Activity → Only the lines from the one that contains "lockedBy: string | null;" through the final line of the entries should be repeated, exactly as written.
>>
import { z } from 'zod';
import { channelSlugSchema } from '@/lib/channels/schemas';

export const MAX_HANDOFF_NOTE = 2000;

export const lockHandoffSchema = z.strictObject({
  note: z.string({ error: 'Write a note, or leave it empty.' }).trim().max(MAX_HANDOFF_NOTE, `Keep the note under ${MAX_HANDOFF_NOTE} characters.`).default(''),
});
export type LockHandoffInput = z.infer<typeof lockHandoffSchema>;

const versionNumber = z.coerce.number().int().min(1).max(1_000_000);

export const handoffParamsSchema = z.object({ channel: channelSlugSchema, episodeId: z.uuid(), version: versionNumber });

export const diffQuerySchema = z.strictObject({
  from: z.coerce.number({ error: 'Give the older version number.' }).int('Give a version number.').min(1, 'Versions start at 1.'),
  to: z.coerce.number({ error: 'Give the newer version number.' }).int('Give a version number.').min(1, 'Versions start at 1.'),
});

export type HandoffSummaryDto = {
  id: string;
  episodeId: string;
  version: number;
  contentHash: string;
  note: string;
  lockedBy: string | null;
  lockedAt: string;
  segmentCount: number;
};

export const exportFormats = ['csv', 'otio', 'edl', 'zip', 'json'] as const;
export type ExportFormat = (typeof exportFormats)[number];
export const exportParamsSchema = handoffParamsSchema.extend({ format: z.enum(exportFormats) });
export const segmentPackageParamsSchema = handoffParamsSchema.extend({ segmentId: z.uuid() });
<<
Expected answer →
  lockedBy: string | null;
  lockedAt: string;
  segmentCount: number;
};

export const exportFormats = ['csv', 'otio', 'edl', 'zip', 'json'] as const;
export type ExportFormat = (typeof exportFormats)[number];
export const exportParamsSchema = handoffParamsSchema.extend({ format: z.enum(exportFormats) });
export const segmentPackageParamsSchema = handoffParamsSchema.extend({ segmentId: z.uuid() });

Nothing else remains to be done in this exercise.